Уилт встал и попросился в туалет. Как обычно, его сопровождал констебль.

– Зачем это нужно? – спросил Уилт. – Я не собираюсь вешаться на цепочке.

– Чтоб ты не попортил себе мясо, – ответил констебль хриплым голосом.

Уилт сел на унитаз. Попортить мясо. Ну и выраженьице. Сразу вспоминаются мясники из первой группы. Мясники? В этот момент на него снизошло вдохновение. Уилт встал и спустил воду. Мясники из первой группы займут полицию надолго. Он вернулся в бледно-зеленую комнату с жужжащей лампой. Флинт ждал его.

– Будешь говорить? – спросил он.

Уилт отрицательно покачал головой. Чтоб его признание звучало убедительно, надо заставить их вытаскивать его из него клещами. Он будет колебаться, начинать что-то говорить, замолкать, снова начинать, умолять Флинта перестать его мучить, ныть и начинать все сначала. По крайней мере, это не даст ему заснуть.

– Вы собираетесь начать все сначала? – спросил он.

Инспектор Флинт угрожающе улыбнулся.

– Все сначала.

– Ладно, – сказал Уилт, – делайте что хотите. Только не спрашивайте, чем именно я кормил собаку. Меня мутит от этих разговоров о собачьей еде.

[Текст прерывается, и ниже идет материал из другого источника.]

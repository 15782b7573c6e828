"""Every word the report prints, in one place (templates, diagrams, charts, page stamp).

Templates reach this catalogue as ``t`` (``t.cover_heading``) and format texts with
placeholders through ``msg("key", name=value)``. Python code builds view models from
data only; wording lives here or in the templates. Texts are plain text: they are
escaped on output like any input text.
"""
from __future__ import annotations

from collections.abc import Mapping
from types import MappingProxyType
from typing import TYPE_CHECKING, Final

from reportgen.model import ReasonKind

if TYPE_CHECKING:
    from reportgen.engine.applications import Reason

from reportgen import units

# Stamped by reportgen.pdf at the bottom right of every page after merging.
PAGE_LABEL: Final = "Page {page} of {pages}"
# The same, with the start of the report's digest (SHA-256 of its manifest) before it.
ARCHIVE_PAGE_LABEL: Final = "Digest {digest} \u00b7 Page {{page}} of {{pages}}"


def archive_page_label(short_digest: str) -> str:
    """The page stamp of an archive report: the digest's start, then "Page X of Y"."""
    return ARCHIVE_PAGE_LABEL.format(digest=short_digest)
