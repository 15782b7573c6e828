"""Audit findings (reportgen/engine/findings.py): each rule planted once, its threshold edge
(just under / just over), its configuration, and clean projects without errors or warnings.

Thresholds are the documented defaults (docs/project-format.md, "Audit findings"), whose
sources are named there: common practice unless said otherwise. Expected numbers are worked
by hand in the comments beside them. Projects are in memory (tests/builders.py), with the
round-number TEST_LIMITS: OM4 2.0 dB/km at 850 nm, connection 0.5 dB.
"""
from __future__ import annotations

import random
from datetime import date

import pytest

from reportgen.engine.applications import assess_project
from reportgen.engine.findings import RULES, find_all
from reportgen.engine.judge import judge_project
from reportgen.model import (
    FiberType,
    Instrument,
    InstrumentKind,
    Plant,
    ReferenceMethod,
    Transceiver,
)
from reportgen.report.messages_findings import FINDING_TEXT, RULE_TEXT, finding_text
from tests.builders import make_link, make_project

TODAY = date(2030, 2, 1)  # the build day of these tests: after every result below
METER = Instrument("PM-1", InstrumentKind.POWER_METER, calibration_due=date(2031, 1, 1))
SOURCE = Instrument("LS-1", InstrumentKind.LIGHT_SOURCE, calibration_due=date(2031, 1, 1))
CORD = Instrument("TC-1", InstrumentKind.TEST_CORD, calibration_due=date(2031, 1, 1))
KIT = (METER, SOURCE, CORD)
USED = ("LS-1", "PM-1", "TC-1")


def find(project, today=TODAY):
    judgement = judge_project(project)
    return find_all(project, judgement, assess_project(project, judgement), today=today)


def found(project, today=TODAY):
    """(rule, severity, link_id) of every finding."""
    return [(f.rule, f.severity.value, f.link_id) for f in find(project, today).items]
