// glyphSVG draws one marker shape as plain SVG.
func glyphSVG(g draw.GlyphDrawer, x, y, r float64, col string) string {
	tri := func() string {
		return fmt.Sprintf("%g,%g %g,%g %g,%g", x, y-r, x+r*0.87, y+r*0.5, x-r*0.87, y+r*0.5)
	}
	switch g.(type) {
	case draw.TriangleGlyph:
		return fmt.Sprintf(`<polygon points="%s" fill="%s"/>`, tri(), col)
	case draw.BoxGlyph:
		return fmt.Sprintf(`<rect x="%g" y="%g" width="%g" height="%g" fill="%s"/>`, x-r, y-r, 2*r, 2*r, col)
	case draw.RingGlyph:
		return fmt.Sprintf(`<circle cx="%g" cy="%g" r="%g" fill="none" stroke="%s"/>`, x, y, r, col)
	case draw.PyramidGlyph:
		return fmt.Sprintf(`<polygon points="%s" fill="none" stroke="%s"/>`, tri(), col)
	case draw.SquareGlyph:
		return fmt.Sprintf(`<rect x="%g" y="%g" width="%g" height="%g" fill="none" stroke="%s"/>`, x-r, y-r, 2*r, 2*r, col)
	}
	return fmt.Sprintf(`<circle cx="%g" cy="%g" r="%g" fill="%s"/>`, x, y, r, col)
}

// thousands writes an integer with thin groups of three ("24,000").
func thousands(n int) string {
	s := strconv.Itoa(n)
	for i := len(s) - 3; i > 0; i -= 3 {
		s = s[:i] + "," + s[i:]
	}
	return s
}

func ordinal(n int) string {
	suffix := "th"
	switch {
	case n%100 >= 11 && n%100 <= 13:
	case n%10 == 1:
		suffix = "st"
	case n%10 == 2:
		suffix = "nd"
	case n%10 == 3:
		suffix = "rd"
	}
	return strconv.Itoa(n) + suffix
}
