func TestRecomputeFromTheRecordedInputs(t *testing.T) {
	setScale := Override{Addr: "source.a", Attr: "scale", Value: "5"}
	cases := []struct {
		name string
		// set is the run's command-line settings; asRun loads the workflow with them for
		// the check.
		set   []Override
		asRun bool
		// change is made after the run.
		change func(p *stored)
		step   string
		state  string
		why    []string
	}{
		{name: "a catalogue row edited since recomputes from the values recorded",
			change: func(p *stored) { p.write("stars.csv", strings.Replace(stars, "FW-1,12.30,3300", "FW-1,14.1,3350", 1)) },
			step:   "lookup.host", state: RecomputeSame},
		{name: "a step that draws random numbers recomputes with its own seed",
			step: "noisy.n", state: RecomputeSame},
		{name: "a changed analysis seed cannot be recomputed, and says so",
			change: func(p *stored) { p.write("analysis.hcl", strings.Replace(toyRecomputeFlow, "seed = 7", "seed = 8", 1)) },
			step:   "noisy.n", state: RecomputeCannot, why: []string{"its seed changed", "is 8 now"}},
		{name: "a changed setting cannot be recomputed, and names it",
			change: func(p *stored) {
				p.write("analysis.hcl", strings.Replace(toyRecomputeFlow, "scale = 2", "scale = 3", 1))
			},
			step: "source.a", state: RecomputeCannot, why: []string{"scale changed: 2 → 3"}},
		{name: "a run made with a command-line setting recomputes when loaded with it",
			set: []Override{setScale}, asRun: true, step: "source.a", state: RecomputeSame},
		{name: "a run made with a command-line setting cannot be recomputed without it",
			set: []Override{setScale}, step: "source.a", state: RecomputeCannot, why: []string{"scale changed: 5 → 2"}},
		{name: "a step that no longer gives its stored result is caught",
			step: "drift.d", state: RecomputeDifferent, why: []string{"the store holds result", "gives result"}},
		{name: "a step that now fails is caught",
			change: func(*stored) { driftFails.Store(true) },
			step:   "drift.d", state: RecomputeFailed, why: []string{"told to fail"}},
		{name: "a step whose input result is gone cannot be recomputed, as damage to the store",
			change: func(p *stored) {
				rk := p.result["source.a"]
				p.surgery(func(tx *bolt.Tx) error { return tx.Bucket(boltResults).Delete(rk[:]) })
			},
			step: "noisy.n", state: RecomputeDamaged, why: []string{"its input source.a", "is missing"}},
		{name: "a step without its provenance record is damage to the store",
			change: func(p *stored) {
				sk := p.steps["combine.sum"]
				p.surgery(func(tx *bolt.Tx) error { return tx.Bucket(boltProvenance).Delete(sk[:]) })
			},
			step: "combine.sum", state: RecomputeDamaged, why: []string{"has no provenance record"}},
	}
	for _, c := range cases {
		t.Run(c.name, func(t *testing.T) {
			driftFails.Store(false)
			defer driftFails.Store(false)
			p := runProject(t, toyRecomputeRegistry(), map[string]string{
				"analysis.hcl": toyRecomputeFlow, "stars.csv": stars, "data/a.txt": "1.25\n2.5\n"}, c.set...)
			if c.change != nil {
				c.change(p)
			}
			var load []Override
			if c.asRun {
				run, err := p.store.FindRun(cache.RefLatest)
				if err != nil {
					t.Fatal(err)
				}
				if load, err = RunOverrides(run); err != nil {
					t.Fatal(err)
				}
			}
			rep := p.recompute(RecomputeOptions{Workers: 2}, load...)
			if len(rep.Problems) > 0 {
				t.Errorf("the store check found %q; want nothing beyond the step's own finding", rep.Problems)
			}
			s := stepOf(t, rep, c.step)
			if s.State != c.state {
				t.Fatalf("%s: %s (%s), want %s", c.step, s.State, s.Why, c.state)
			}
			for _, w := range c.why {
				if !strings.Contains(s.Why, w) {
					t.Errorf("%s: %q does not say %q", c.step, s.Why, w)
				}
			}
		})
	}
}

func TestTheStoreCheckFindsWhatNoCheckedStepShows(t *testing.T) {
	p := runProject(t, toyRecomputeRegistry(), map[string]string{
		"analysis.hcl": toyRecomputeFlow, "stars.csv": stars, "data/a.txt": "1.25\n2.5\n"})
	sk := p.steps["combine.sum"]
	p.surgery(func(tx *bolt.Tx) error { return tx.Bucket(boltProvenance).Delete(sk[:]) })
	p.pointAt("lookup.host", p.result["source.a"])
	// A sample of one that is neither of the damaged steps.
	var rep *RecomputeReport
	for seed := uint64(0); ; seed++ {
		rep = p.recompute(RecomputeOptions{Sample: 1, Seed: seed})
		if a := rep.Steps[0].Step; a != "combine.sum" && a != "lookup.host" {
			break
		}
	}
	want := []string{
		"run " + rep.Run + ": combine.sum (step key " + sk.Short() + ") has no provenance record",
		"step key " + sk.String() + " maps to result " + p.result["combine.sum"].String() + " but has no provenance record",
		"the mapping disagrees with the provenance: step key " + p.steps["lookup.host"].String() + " (lookup.host) maps to result " +
			p.result["source.a"].String() + ", but its provenance names result " + p.result["lookup.host"].String(),
	}
	for _, w := range want {
		found := false
		for _, got := range rep.Problems {
			found = found || got == w
		}
		if !found {
			t.Errorf("the store problems lack\n  %s\nthey are:\n  %s", w, strings.Join(rep.Problems, "\n  "))
		}
	}
	if len(rep.Problems) != len(want) || rep.OK() {
		t.Errorf("%d problems, OK %v; want %d and false", len(rep.Problems), rep.OK(), len(want))
	}
}

func TestANamedRunIsRecomputedAsItRan(t *testing.T) {
	set := []Override{{Addr: "source.a", Attr: "scale", Value: "5"}}
	p := runProject(t, toyRecomputeRegistry(), map[string]string{
		"analysis.hcl": toyRecomputeFlow, "stars.csv": stars, "data/a.txt": "1.25\n2.5\n"}, set...)
	first, err := p.store.FindRun(cache.RefLatest)
	if err != nil {
		t.Fatal(err)
	}
	if _, err := Run(context.Background(), p.reload(), p.store, Options{}); err != nil {
		t.Fatal(err)
	}
	load, err := RunOverrides(first)
	if err != nil {
		t.Fatal(err)
	}
	rep, err := Recompute(context.Background(), p.reload(load...), p.store, RecomputeOptions{Run: first.ID})
	if err != nil {
		t.Fatal(err)
	}
	if rep.Run != first.ID || rep.Runs != 2 {
		t.Errorf("recomputed run %s, %d runs checked; want %s and 2", rep.Run, rep.Runs, first.ID)
	}
	if s := stepOf(t, rep, "source.a"); s.State != RecomputeSame || s.StepKey != p.steps["source.a"] {
		t.Errorf("source.a: %s (%s), step key %s; want %s with the first run's step key %s",
			s.State, s.Why, s.StepKey.Short(), RecomputeSame, p.steps["source.a"].Short())
	}
}

func TestAnInterruptedCheckSaysSo(t *testing.T) {
	reg, err := steps.NewRegistry(steps.Define[sourceConfig](source{}), steps.Define[troubleConfig](trouble{}))
	if err != nil {
		t.Fatal(err)
	}
	troubleHook = func() {}
	defer func() { troubleHook = nil }()
	p := runProject(t, reg, map[string]string{"analysis.hcl": `
analysis "toy" {
  seed = 7
}

source "a" {
  files = ["data/a.txt"]
}

trouble "t" {
  mode  = "hook"
  after = [source.a]
}
`, "data/a.txt": "1\n"})
	ctx, cancel := context.WithCancel(context.Background())
	defer cancel()
	troubleHook = cancel // the step ends the check while it runs
	rep, err := Recompute(ctx, p.reload(), p.store, RecomputeOptions{Workers: 1})
	if !errors.Is(err, context.Canceled) || rep == nil {
		t.Fatalf("error %v, report %v; want the cancellation and the report so far", err, rep)
	}
	if s := stepOf(t, rep, "trouble.t"); s.State != RecomputeCannot || !strings.Contains(s.Why, "interrupted") {
		t.Errorf("trouble.t: %s (%s); want %q saying the check was interrupted", s.State, s.Why, RecomputeCannot)
	}
}

// The demo's files, from examples/fernwell.
var demoFiles = []string{"analysis.hcl", "data/fw3318.csv", "data/nearby_stars.csv", "data/fw3318_imaging.csv"}

// demoShortFit keeps the demo's fit short, as examples/fernwell/demo_test.go's shortFit.
var demoShortFit = []Override{{Addr: "fit.planets", Attr: "max_steps", Value: "300"}}

// runDemo copies the demo into a fresh folder, runs it once with the overrides, and loads
// it again as the command would: with the settings the latest run was made with. It
// returns the workflow, its store and the run's wall-clock time.
func runDemo(tb testing.TB, overrides ...Override) (*Workflow, *cache.Store, time.Duration) {
	tb.Helper()
	dir := tb.TempDir()
	for _, name := range demoFiles {
		b, err := os.ReadFile(filepath.Join("..", "examples", "fernwell", name))
		if err != nil {
			tb.Fatal(err)
		}
		os.MkdirAll(filepath.Dir(filepath.Join(dir, name)), 0o755)
		if err := os.WriteFile(filepath.Join(dir, name), b, 0o644); err != nil {
			tb.Fatal(err)
		}
	}
	reg, err := kinds.Registry()
	if err != nil {
		tb.Fatal(err)
	}
	w, diags := LoadWith(filepath.Join(dir, "analysis.hcl"), reg, overrides)
	if diags.HasErrors() {
		tb.Fatal(diags)
	}
	store, err := cache.Open(w.StorePath)
	if err != nil {
		tb.Fatal(err)
	}
	t0 := time.Now()
	if _, err := Run(context.Background(), w, store, Options{}); err != nil {
		tb.Fatal(err)
	}
	took := time.Since(t0)
	run, err := store.FindRun(cache.RefLatest)
	if err != nil {
		tb.Fatal(err)
	}
	set, err := RunOverrides(run)
	if err != nil {
		tb.Fatal(err)
	}
	if w, diags = LoadWith(filepath.Join(dir, "analysis.hcl"), reg, set); diags.HasErrors() {
		tb.Fatal(diags)
	}
	return w, store, took
}

func TestTheDemosStoreRecomputesToTheSameBits(t *testing.T) {
	if testing.Short() {
		t.Skip("runs the demo workflow")
	}
	w, store, _ := runDemo(t, demoShortFit...)
	// One worker, where the run had the machine's: the fit's chains must not care.
	rep, err := Recompute(context.Background(), w, store, RecomputeOptions{Workers: 1})
	if err != nil {
		t.Fatal(err)
	}
	if rep.Stored != len(w.Steps) || rep.Count(RecomputeSame) != rep.Stored || !rep.OK() {
		for _, s := range rep.Steps {
			t.Logf("%-18s %-16s %s", s.State, s.Step, s.Why)
		}
		t.Fatalf("%d of %d stored steps gave the same bits (%d steps in the workflow); problems %q",
			rep.Count(RecomputeSame), rep.Stored, len(w.Steps), rep.Problems)
	}
}

// BenchmarkRecomputeTheDemo times recomputing the demo's store, every step and a sample of
// three (iteration i samples with seed i, so -benchtime 5x averages five samples), with
// the short fit of the demo's tests and with the fit as the demo writes it (to 50
// autocorrelation times). It logs the run that filled the store and each step's time.
//
//	go test ./workflow -run '^$' -bench RecomputeTheDemo -benchtime 1x -v
func BenchmarkRecomputeTheDemo(b *testing.B) {
	for _, fit := range []struct {
		name string
		set  []Override
	}{{"short fit", demoShortFit}, {"full fit", nil}} {
		b.Run(fit.name, func(b *testing.B) {
			w, store, took := runDemo(b, fit.set...)
			b.Logf("the run that filled the store took %.2f s", took.Seconds())
			for _, c := range []struct {
				name   string
				sample int
			}{{"every step", 0}, {"a sample of three", 3}} {
				b.Run(c.name, func(b *testing.B) {
					for i := 0; i < b.N; i++ {
						rep, err := Recompute(context.Background(), w, store, RecomputeOptions{Sample: c.sample, Seed: uint64(i)})
						if err != nil || !rep.OK() {
							b.Fatalf("%v %+v", err, rep)
						}
						var names []string
						for _, s := range rep.Steps {
							names = append(names, fmt.Sprintf("%s %.2f s", s.Step, s.Seconds))
						}
						b.Logf("seed %d: %s", i, strings.Join(names, ", "))
					}
				})
			}
		})
	}
}
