// at turns the full vector (sampled coordinates, converted in place by physical) into the
// model's state, adding to lp the Jacobians and priors of physical and the limb-darkening
// priors. It returns false outside the prior (no transit, a planet hitting the star, k
// beyond 1, ρ out of bounds).
func (m *Model) at(full []float64, lp float64) (point, bool) {
	var p point
	rho, lpPhys, jac, ok := m.physical(full)
	if !ok {
		return p, false
	}
	lp += lpPhys + jac
	for j := 0; j < m.planets; j++ {
		if p.orb[j], ok = m.geometry(full, j, rho); !ok {
			return p, false
		}
	}
	lay := m.layout()
	for i := range m.bands {
		q1, q2 := full[lay.Q1(i)], full[lay.Q2(i)]
		if m.ld[i].U1Sigma > 0 {
			lp += m.ld[i].LogPDF(q1, q2)
		}
		p.u[i][0], p.u[i][1] = transit.QuadraticFromKipping(q1, q2)
	}
	p.lp, p.dil = lp, full[lay.Dilution()]
	return p, true
}

// logPostFull continues LogPost from the full vector and the log prior of its entries.
func (m *Model) logPostFull(ws *workspace, full []float64, lp float64) float64 {
	pt, ok := m.at(full, lp)
	if !ok {
		return math.Inf(-1)
	}
	lp = pt.lp
	lay := m.layout()
	for s := range m.segs {
		sd := &m.segs[s]
		mod := m.model(ws, sd, full, pt.orb[:m.planets], pt.u[sd.band][0], pt.u[sd.band][1], pt.dil)
		s2 := 0.0
		if m.jitter {
			js := math.Exp(full[lay.Jitter(s)])
			s2 = js * js
		}
		lp += segmentLogLike(mod, sd.f, sd.v, s2)
	}
	return lp
}

// segmentLogLike is the log-likelihood of one segment's fluxes f with variances v + s2
// under the model mod times a flux scale, the scale marginalised analytically under a flat
// prior: with A = Σ m²/σ², B = Σ f m/σ², C = Σ f²/σ², it is
// −½(C − B²/A) − ½ Σ ln σ² + ½ ln(2π/A) − (n/2) ln 2π. It is −Inf when A is not positive.
//
// Σ ln σ² takes one logarithm per logBlock points: the log of a product of σ²/vRef (vRef
// being the first variance, so the factors stay near 1) plus n ln vRef — the same sum to
// rounding, for a sixteenth of the logarithms, which otherwise cost a third of the time.
func segmentLogLike(mod, f, v []float64, s2 float64) float64 {
	if len(mod) == 0 {
		return 0
	}
	vRef := v[0] + s2
	inv := 1 / vRef
	var A, B, C, logDet float64
	prod := 1.0
	for i, mi := range mod {
		vi := v[i] + s2
		w := 1 / vi
		fi := f[i]
		A += w * mi * mi
		B += w * fi * mi
		C += w * fi * fi
		prod *= vi * inv
		if i%logBlock == logBlock-1 {
			logDet += math.Log(prod)
			prod = 1
		}
	}
	logDet += math.Log(prod) + float64(len(mod))*math.Log(vRef)
	if !(A > 0) {
		return math.Inf(-1)
	}
	return -0.5*(C-B*B/A) - 0.5*logDet + 0.5*math.Log(2*math.Pi/A) - 0.5*float64(len(mod))*math.Log(2*math.Pi)
}

// logBlock is how many variance ratios segmentLogLike multiplies before taking a log:
// each ratio is at most (10 %)²/(1 ppm)² = 1e10 apart from 1 given the jitter's bounds
// and sane errors, so sixteen stay within float64's range.
const logBlock = 16
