// TestASurveyRunsEveryTargetAndGathersThem runs eight targets on two workers: each is done,
// its search finds its own period, the survey table holds them all with their step keys,
// and the workflow's store holds every target's results — so running the workflow by hand
// with one target's file computes nothing.
func TestASurveyRunsEveryTargetAndGathersThem(t *testing.T) {
	f := newSurveyFolder(t)
	code, out, errs := f.dipline("survey", "run", "targets.csv", "--workers", "2")
	if code != 0 {
		t.Fatalf("survey run: exit %d\n%s\n%s", code, out, errs)
	}
	rows, _ := surveyTable(t, f)
	if len(rows) != len(surveyPeriods) {
		t.Fatalf("%d rows in the survey table, want %d", len(rows), len(surveyPeriods))
	}
	for i, want := range surveyPeriods {
		id := fmt.Sprintf("T-%02d", i+1)
		r := rows[id]
		p, err := strconv.ParseFloat(r["search.dips/signal1.period"], 64)
		if r["status"] != "done" || err != nil || math.Abs(p-want) > want*0.1/20 {
			t.Errorf("%s: status %q, period %q, want about %v", id, r["status"], r["search.dips/signal1.period"], want)
		}
		if len(r["search.dips step_key"]) != 64 || r["photometry.raw status"] != "computed" {
			t.Errorf("%s: step key %q, photometry %q", id, r["search.dips step_key"], r["photometry.raw status"])
		}
	}
	code, out, _ = f.dipline("run", "--set", `photometry.raw.files="t4.csv"`)
	if code != 0 || strings.Count(out, "reused") != 3 || strings.Contains(out, "computed") {
		t.Errorf("a run of target T-04's values by hand does not reuse the gathered results (exit %d):\n%s", code, out)
	}
}
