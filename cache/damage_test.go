package cache

import (
	"cmp"
	"crypto/sha256"
	"encoding/json"
	"errors"
	"fmt"
	"os"
	"path/filepath"
	"strings"
	"testing"
	"time"

	bolt "go.etcd.io/bbolt"
)

// fixtureStore makes a store in which every bucket has pages of its own: 300 results of
// 2 to 5 KB with their step keys and provenance, and 40 runs using them.
func fixtureStore(t *testing.T) (*Store, []Entry) {
	t.Helper()
	s := newStore(t)
	var es []Entry
	for i := range 300 {
		e := entry(fmt.Sprintf("step%03d", i), blob(uint64(i+1), 2000+10*i))
		e.Provenance = []byte(fmt.Sprintf(`{"step_key":%q,"note":"made by step %d"}`, e.Step, i))
		es = append(es, e)
	}
	mustCommit(t, s, es...)
	err := s.update(func(tx *bolt.Tx) error {
		for i := range 40 {
			r := Run{ID: fmt.Sprintf("run%02d", i), Started: t0.Add(time.Duration(i) * time.Hour), State: RunEnded}
			for _, e := range es[i*7 : i*7+7] {
				r.Steps = append(r.Steps, RunStep{Step: "step.x", StepKey: e.Step, ResultKey: e.Result, Status: "computed"})
			}
			b, _ := json.Marshal(r)
			if err := tx.Bucket(bucketRuns).Put([]byte(r.ID), b); err != nil {
				return err
			}
		}
		return nil
	})
	if err != nil {
		t.Fatal(err)
	}
	return s, es
}

func fileDigest(t *testing.T, path string) [32]byte {
	t.Helper()
	b, err := os.ReadFile(path)
	if err != nil {
		t.Fatal(err)
	}
	return sha256.Sum256(b)
}

// The ways a store file is damaged in these tests: flipped bytes in page headers (as a
// failing disk or a stray write leaves them), a file cut short (a copy that did not finish,
// a full disk) and a file whose start was overwritten.
type damage struct {
	name  string
	apply func(t *testing.T, path string)
	says  string // what the error must say
}

func flipPage(bucket string, what PageDamage) func(t *testing.T, path string) {
	return func(t *testing.T, path string) {
		if _, err := DamagePageForTest(path, bucket, what); err != nil {
			t.Fatal(err)
		}
	}
}

func cutTo(fraction float64) func(t *testing.T, path string) {
	return func(t *testing.T, path string) {
		fi, err := os.Stat(path)
		if err != nil {
			t.Fatal(err)
		}
		if err := os.Truncate(path, int64(fraction*float64(fi.Size()))); err != nil {
			t.Fatal(err)
		}
	}
}

func overwriteStart(t *testing.T, path string) {
	f, err := os.OpenFile(path, os.O_RDWR, 0)
	if err != nil {
		t.Fatal(err)
	}
	defer f.Close()
	junk := []byte(strings.Repeat("not a store ", 1000))
	if _, err := f.WriteAt(junk, 0); err != nil {
		t.Fatal(err)
	}
}

var damages = []damage{
	{"a flipped page id in the step keys' tree", flipPage("steps", DamageID), "calls itself page"},
	{"a flipped page kind in the results' tree", flipPage("results", DamageKind), "its kind is unknown"},
	{"a flipped element count in the provenance tree", flipPage("provenance", DamageCount), "element"},
	{"a flipped page kind in the run records' tree", flipPage("runs", DamageKind), "its kind is unknown"},
	{"a file cut to 60 % of its length", cutTo(0.6), "cut short"},
	{"a file cut inside its header pages", cutTo(0.001), "shorter than its own two header pages"},
	{"a file whose start was overwritten", overwriteStart, "not a store's header"},
}

func TestADamagedStoreGivesAClearErrorNeverACrash(t *testing.T) {
	// A crash here (a panic bbolt raises, or a fault reading past the end of a mapped file)
	// would kill the test binary: every case below must come back as an error.
	for _, d := range damages {
		t.Run(d.name, func(t *testing.T) {
			s, es := fixtureStore(t)
			d.apply(t, s.Path())
			before := fileDigest(t, s.Path())
			checkDamagedError := func(what string, err error, mustFail bool) {
				t.Helper()
				switch {
				case err == nil && mustFail:
					t.Errorf("%s on a damaged store succeeded", what)
				case err == nil:
				case !errors.Is(err, ErrDamaged):
					t.Errorf("%s: %v; want an error wrapping ErrDamaged", what, err)
				case !strings.Contains(err.Error(), s.Path()) || !strings.Contains(err.Error(), d.says) ||
					!strings.Contains(err.Error(), "dipline store salvage"):
					t.Errorf("%s: %q should name the file, say %q and point at the salvage", what, err, d.says)
				}
			}
			_, err := s.Stats() // reads every page
			checkDamagedError("Stats", err, true)
			_, _, err = s.Lookup(es[0].Step)
			checkDamagedError("Lookup", err, false)
			_, err = s.Get(es[299].Result)
			if !errors.Is(err, ErrCorrupt) && !errors.Is(err, ErrMissing) {
				checkDamagedError("Get", err, false)
			}
			_, err = s.Runs()
			checkDamagedError("Runs", err, false)
			rep, err := s.Verify()
			if err != nil || !rep.FileDamaged() || rep.OK() {
				t.Errorf("Verify = %+v, %v; want a report of a damaged file", rep.Pages, err)
			}
			if fileDigest(t, s.Path()) != before {
				t.Error("reading the damaged store changed its file")
			}
			_, err = s.Prune(PrunePolicy{Spare: 1}) // reads every page to compact
			checkDamagedError("Prune", err, true)
			_, err = newStore(t).Merge(s.Path())
			checkDamagedError("Merge from it", err, true)
			err = s.Commit(entry("later", []byte("later")))
			checkDamagedError("Commit", err, false)
		})
	}
}

func TestAFileCutShortWhileMappedFaultsIntoAnError(t *testing.T) {
	// bbolt reads through a memory map: a file that shrinks under an open transaction makes
	// the read fault (SIGBUS), which without debug.SetPanicOnFault kills the process.
	s, es := fixtureStore(t)
	err := s.view(func(tx *bolt.Tx) error {
		if err := os.Truncate(s.Path(), 4*4096); err != nil {
			return err
		}
		_ = bytesSum(tx.Bucket(bucketResults).Get(es[299].Result[:]))
		return errors.New("the read past the end of the file did not fault")
	})
	if !errors.Is(err, ErrDamaged) || !strings.Contains(err.Error(), "cut short") {
		t.Fatalf("reading a file cut short under the map: %v; want a damaged store, cut short", err)
	}
}

func bytesSum(b []byte) (n int) {
	for _, c := range b {
		n += int(c)
	}
	return n
}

Инспектор Флинт заглотил приманку.

– Почему же?

– Действует мне на нервы, – ответил Уолт, содрогнувшись.

Инспектор Флинт перегнулся через стол.

– Собачья еда действует тебе на нервы? – сказал он.

Уилт колебался с жалким видом.

– Не надо об этом, – попросил он. – Пожалуйста, не надо.

– Так что это было, каша или мясо? – спросил почуявший кровь инспектор.

Уилт схватился руками за голову. – Я ничего не скажу. Не скажу. Зачем вы все время спрашиваете о еде? Оставьте меня в покое. – Голос его поднялся до истерических нот, а вместе с ним и надежды инспектора Флинта. Он понял, что нашел то самое слабое место. Теперь он все узнает.